The Secret Correspondence Between Donald Trump Jr. And Wikileaks - glhaynes
https://www.theatlantic.com/politics/archive/2017/11/the-secret-correspondence-between-donald-trump-jr-and-wikileaks/545738/?single_page=true
======
notahacker
It's been abundantly obvious for a very long time that regardless of the noble
motivations of some people who have been involved in the project, Assange is a
partisan hack who's about as well-intentioned as weev and probably
surprisingly similar in his politics.

Though even I'm amazed his hubris actually went as far as asking to be
appointed as a foreign ambassador, and can't help but love the implication
that he or one of his closest confidants managed to talk Donald Trump Jr into
tweeting out incriminating emails. Not to mention the irony of Wikileaks'
being leaked against and its founder tweeting about not keeping any records of
the conversations...

We could probably still do with an impartial international clearing house for
leaked memos that isn't run by somebody who rejects the Surkov leaks because
it might deflect from him tweeting polls about the Presidential candidates'
heath or the remarkable insight that the Economist has a Rothschild on the
board.

------
kbenson
Some of this can be read as Wikileaks fishing for information from the Trump
campaign, and saying what they need to get it. The Pandering and trying to
make Assange sound good is a bit off-putting, and strengthens my impression
that Wikileaks really _is_ a mouthpiece for Assange in all but name, but it
definitely doesn't look good for Wikileaks in general.
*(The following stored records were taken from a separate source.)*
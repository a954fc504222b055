"""The HTTP endpoints of `towers serve` (FastAPI): request models, limits, errors, and the worker threads.

Every request is checked by a pydantic model (types, and the limits below) before the run sees it;
a body over MAX_BODY_BYTES is refused before it is parsed. The run's own methods then do the work on one of
`threads` worker threads, so the event loop never waits on torch: torch releases the GIL in its
products and the numba kernels run without it, so requests proceed in parallel. Inference is safe
across threads: the run's files are read once at start (warm_up), after which a request only reads
them; grad mode is per thread, and the run's methods switch it off themselves; each worker thread
runs torch, and so the top-N search, on one thread. Requests that encode feature rows run one at a
time: the encoders count unseen values for their warnings in state shared by every thread. The item
table that columns and filters read is cached as one (key, table) value, replaced whole when the file
changes, so those requests need no lock.

Answers: JSON with the result and `notes` (the library's warnings for this request); errors:
{"error": one line} with 400 (not JSON), 404 / 405 (no such endpoint), 413 (too large), 415 (not
sent as JSON), 422 (a field, or the run, refused the request: the TowersError's message) or 500 (a
bug: a generic line here, the traceback in the server log). Request bodies are never logged.
"""

from __future__ import annotations

import difflib
import json
import logging
import re
import threading
import warnings
from pathlib import Path
from typing import Annotated, Any, Literal

import anyio
import numpy as np
import pandas as pd
import torch
from fastapi import FastAPI
from fastapi.exceptions import RequestValidationError
from fastapi.responses import Response
from pydantic import BaseModel, ConfigDict, Field, PlainValidator, model_validator
from starlette.exceptions import HTTPException

from towers import api
from towers.data.history import HISTORY
from towers.errors import TowersError
from towers.runs.lists import LIST_COLUMNS, ItemFilter

MAX_BODY_BYTES = 1 << 20  # 1 MiB
DRAIN_BYTES = 16 << 20  # a larger body is read and dropped up to this size before the 413 answer
MAX_IDS = 100  # user or item ids per request
MAX_HISTORY = 1000  # item ids in one history
MAX_TOP = 500  # items per list
MAX_ROWS = 1000  # feature rows per request
MAX_COLUMNS = 200  # columns of a feature row, or of a context
MAX_TEXT = 10_000  # characters of one text value
MAX_LIST = 4096  # values in one list value (tokens, a vector)
MAX_ID_TEXT = 200  # characters of one text id
INT64 = (-(1 << 63), (1 << 63) - 1)

INTERNAL = "internal error; the server log has the details"
ENDPOINTS = "GET /health, GET /model, POST /recommend, POST /similar, POST /embed"

log = logging.getLogger("uvicorn.error")  # the server log uvicorn already writes
_local = threading.local()


# ---- request models -----------------------------------------------------------------------------
def _id(value):
    """An id as the run's methods take it: a whole number (int64) or non-empty text."""
    if isinstance(value, int) and not isinstance(value, bool) and INT64[0] <= value <= INT64[1]:
        return value
    if isinstance(value, str) and 0 < len(value) <= MAX_ID_TEXT:
        return value
    raise ValueError(f"an id is a whole number or text of 1 to {MAX_ID_TEXT} characters, got {_shown(value)}")


def _scalar(value):
    """One feature or context value: text, a number, true/false or null."""
    if value is None or isinstance(value, bool):
        return value
    if isinstance(value, int) and INT64[0] <= value <= INT64[1]:
        return value
    if isinstance(value, float) and np.isfinite(value):
        return value
    if isinstance(value, str) and len(value) <= MAX_TEXT:
        return value
    raise ValueError(f"a value is text (up to {MAX_TEXT:,} characters), a finite number, true, false or null, "
                     f"got {_shown(value)}")


def _cell(value):
    """One cell of a feature row: a value, or a list of values (tokens, a vector)."""
    if isinstance(value, list):
        if len(value) > MAX_LIST:
            raise ValueError(f"a list value holds at most {MAX_LIST} values, got {len(value)}")
        return [_scalar(v) for v in value]
    return _scalar(value)


def _shown(value) -> str:
    text = json.dumps(value) if isinstance(value, (int, float, str, bool, type(None))) else type(value).__name__
    return text if len(text) <= 40 else text[:37] + "..."


Id = Annotated[int | str, PlainValidator(_id)]
Scalar = Annotated[Any, PlainValidator(_scalar)]
Cell = Annotated[Any, PlainValidator(_cell)]
Top = Annotated[int, Field(strict=True, ge=1, le=MAX_TOP)]
Ids = Annotated[list[Id], Field(min_length=1, max_length=MAX_IDS)]
History = Annotated[list[Id], Field(min_length=1, max_length=MAX_HISTORY)]
Row = Annotated[dict[str, Cell], Field(max_length=MAX_COLUMNS)]
Context = Annotated[dict[str, Scalar], Field(max_length=MAX_COLUMNS)]
Columns = Annotated[list[Annotated[str, Field(min_length=1, max_length=MAX_ID_TEXT)]], Field(max_length=MAX_COLUMNS)]
Values = Annotated[dict[str, Annotated[list[Scalar], Field(max_length=MAX_LIST)] | Scalar], Field(max_length=MAX_COLUMNS)]


class _Request(BaseModel):
    model_config = ConfigDict(extra="forbid", strict=True)


class KeepRequest(_Request):
    """An item filter (towers.runs.lists.ItemFilter.from_dict's keys)."""

    only_true: Columns | None = None
    only_values: Values | None = None
    never_values: Values | None = None
    never_ids: Annotated[list[Id], Field(max_length=MAX_HISTORY)] | None = None


class _ListRequest(_Request):
    top: Top = 10
    columns: Columns = []
    keep: KeepRequest | None = None

    def list_options(self) -> dict:
        """columns= and keep= of the run's list methods."""
        keep = None if self.keep is None else ItemFilter.from_dict(self.keep.model_dump(exclude_none=True))
        return {"columns": list(self.columns), "keep": keep}


class RecommendRequest(_ListRequest):
    users: Ids | None = None
    history: History | None = None
    user_row: Row | None = None
    context: Context | None = None

    @model_validator(mode="after")
    def _one_query(self):
        if (self.users is None) == (self.history is None and self.user_row is None) or \
                (self.users is not None and self.history is not None):
            raise ValueError("give one of 'users' (ids of the run's users), 'history' (item ids of a new user) or "
                             "'user_row' (a new user's feature row, with or without 'history')")
        if self.user_row is not None and self.context is not None:
            raise ValueError("'context' goes with 'users' or 'history', not with 'user_row'")
        return self


class SimilarRequest(_ListRequest):
    items: Ids | None = None
    item_row: Row | None = None

    @model_validator(mode="after")
    def _one_query(self):
        if (self.items is None) == (self.item_row is None):
            raise ValueError("give either 'items' (ids of the run's items) or 'item_row' (a new item's feature row)")
        return self


class EmbedRequest(_Request):
    side: Literal["items", "users"]
    rows: Annotated[list[Row], Field(min_length=1, max_length=MAX_ROWS)]
    history: Annotated[list[Annotated[list[Id], Field(max_length=MAX_HISTORY)]], Field(max_length=MAX_ROWS)] | None = None

    @model_validator(mode="after")
    def _history_for_users(self):
        if self.history is not None and self.side != "users":
            raise ValueError("'history' gives users' items; use it with \"side\": \"users\"")
        return self


# ---- answers ------------------------------------------------------------------------------------
def _plain(value):
    """A value of a list table as JSON takes it: numpy scalars and arrays as Python ones, missing as None."""
    if isinstance(value, np.ndarray):
        return [_plain(v) for v in value.tolist()]
    if isinstance(value, (list, tuple)):
        return [_plain(v) for v in value]
    if isinstance(value, np.generic):
        value = value.item()
    if value is None or value is pd.NA or value is pd.NaT or (isinstance(value, float) and not np.isfinite(value)):
        return None
    if isinstance(value, (pd.Timestamp, np.datetime64)) or hasattr(value, "isoformat"):
        return value.isoformat()
    return value


def ranked_lists(frame: pd.DataFrame) -> list[dict]:
    """A recommend or similar table as one list per query, in the table's order (each starts at rank 1); the
    item columns asked for sit beside rank, item_id and score."""
    lists: list[dict] = []
    extra = [c for c in frame.columns if c not in LIST_COLUMNS]
    values = [frame[c].tolist() for c in extra]
    for at, (query, rank, item, score) in enumerate(zip(frame["query_id"].tolist(), frame["rank"].tolist(),
                                                        frame["item_id"].tolist(), frame["score"].tolist())):
        if rank == 1:
            lists.append({"query_id": _plain(query), "items": []})
        entry = {"rank": rank, "item_id": _plain(item), "score": score}
        for name, column in zip(extra, values):
            entry[name] = _plain(column[at])
        lists[-1]["items"].append(entry)
    return lists


def embedded_rows(frame: pd.DataFrame) -> list[dict]:
    """An embed_items / embed_users table as one object per row: id, embedding and (with biases) bias."""
    ids = [_plain(i) for i in frame["id"].tolist()]
    vectors = frame.attrs["vectors"].tolist()
    bias = frame.attrs["bias"]
    if bias is None:
        return [{"id": i, "embedding": v} for i, v in zip(ids, vectors)]
    return [{"id": i, "embedding": v, "bias": b} for i, v, b in zip(ids, vectors, bias.tolist())]


def _error(status: int, message: str, headers: dict | None = None) -> Response:
    return Response(json.dumps({"error": message}), status_code=status, media_type="application/json",
                    headers=headers)


REQUESTS = {"/recommend": RecommendRequest, "/similar": SimilarRequest, "/embed": EmbedRequest}


def _extra_field_hint(field: str, parent: tuple, path: str) -> str:
    """For a field the endpoint does not take: the closest name the body (or its `keep`) does take, or the
    endpoint that takes this one."""
    model = KeepRequest if "keep" in parent else REQUESTS.get(path)
    if model is None:
        return ""
    close = [c for c in difflib.get_close_matches(field, sorted(model.model_fields), n=1) if c != field]
    if close:
        return f"; did you mean '{close[0]}'?"
    elsewhere = [p for p, other in REQUESTS.items() if p != path and field in other.model_fields]
    return f"; {elsewhere[0]} takes it" if elsewhere and model is not KeepRequest else ""


def _validation_message(errors: list[dict], path: str = "") -> tuple[int, str]:
    """(status, one line) for pydantic's errors of a request body."""
    first = errors[0]
    where = ".".join(str(p) for p in first["loc"] if p != "body")
    if first["type"] == "json_invalid":
        return 400, f"request body is not valid JSON ({first.get('ctx', {}).get('error', 'parse error')}); send a JSON object"
    if not where and first["type"] == "missing":
        return 400, "request body is missing; send a JSON object"
    if not where and first["type"] in ("model_type", "model_attributes_type", "dict_type"):
        return 422, "request body must be a JSON object of the endpoint's fields"
    message = first["msg"].removeprefix("Value error, ")
    if first["type"] == "extra_forbidden":  # a misspelt field: name the closest the endpoint takes
        message = "not a field of this request" + _extra_field_hint(str(first["loc"][-1]), tuple(first["loc"][:-1]),
                                                                     path)
    line = f"{where}: {message}" if where else f"request body: {message}"
    more = len(errors) - 1
    return 422, line + (f" (and {more} more problem{'s' if more != 1 else ''})" if more else "")


# the command-line options the library's messages name, as a request names them
_AS_FIELDS = {"--history": "'history'", "--user-rows": "'user_row'", "--item-rows": "'item_row'"}


def _towers_message(exc: TowersError, hidden: dict[str, str]) -> str:
    """The library's one line, with the server's own paths (hidden: path -> plain words) left out and the
    command line's options named as the request's fields."""
    text = _without_paths(str(exc).splitlines()[0], hidden)
    for option, field in _AS_FIELDS.items():
        text = re.sub(rf"{option}\b", field, text)
    return text


def _without_paths(text: str, hidden: dict[str, str]) -> str:
    """An error's or a note's text with the server's own paths (hidden: path -> plain words) in plain words."""
    for path, words in sorted(hidden.items(), key=lambda item: -len(item[0])):  # a table inside the run folder first
        text = text.removeprefix(f"{path}: ").replace(path, words)
    return text


def collect_notes(previous):
    """A warnings.showwarning that gives a worker thread's warnings to its request's notes, others to `previous`."""

    def show(message, category, filename, lineno, file=None, line=None):
        notes = getattr(_local, "notes", None)
        if notes is None:
            previous(message, category, filename, lineno, file, line)
        else:
            notes.append(str(message))

    return show


def _in_worker(work, hidden: dict[str, str] | None = None) -> bytes:
    """Run one request's work on this worker thread: torch on one thread, warnings kept as the answer's notes
    (the server's paths in them put in plain words, as in errors)."""
    if not getattr(_local, "one_thread", False):
        torch.set_num_threads(1)  # per thread; requests in parallel, not each product
        _local.one_thread = True
    _local.notes = []
    try:
        body = work()
        body["notes"] = list(dict.fromkeys(_without_paths(note, hidden or {}) for note in _local.notes))
    finally:
        _local.notes = None
    return json.dumps(body, allow_nan=False, separators=(",", ":")).encode()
Edit: This seems to be suppressed on HN as of right now (not in the first four
pages of submissions), likely due to their automated systems that tramp down
things likely to turn into political flame-wars. Hopefully it somehow hits a
threshold to get out of that or gets moderator approval/boost, as this seems
like news worth discussing to me. Then again, I'm sure there are plenty of
people that would be happy to see it skip the front page entirely because they
don't like these kind of articles.

------
glhaynes
As author Julia Ioffe notes on Twitter, the story has now been updated to note
that @realDonaldTrump tweeted about the release of Podesta's emails 15 minutes
after @Wikileaks wrote to @DonaldJTrumpJr about it.
[https://twitter.com/juliaioffe/status/930197548651999232](https://twitter.com/juliaioffe/status/930197548651999232)

------
alva
No matter how you view Wikileaks, they are more than technically able and
would have known Twitter DM's are essentially public to USG. Adds an
interesting angle.

------
glhaynes
"Leak us one or more of your father’s tax returns … If we publish them it will
dramatically improve the perception of our impartiality."

------
eqmvii
Just this week I was involved in a comment thread where people defended
Wikileaks' impartiality.

This is a huge bombshell.

------
r3bl
Wow. Just wow. This is unexpected even for the Wikileaks standard.

------
Boothroid
Because of course, whoever is leaking this information is only doing it for
the noblest reasons.

------
lbsnake7
I don't know if this line of thinking will get any play on this forum as I
have read people praising him constantly, but what does this mean for Snowden?
He was working for the NSA, stole secrets from his government and gave it to
reporters to distribute, and then sought and received asylum in Russia with
the help of WikiLeaks. If WikiLeaks is heavily connected to the Russian
government, at what stage can we say that Snowden effectively defected to
Russia?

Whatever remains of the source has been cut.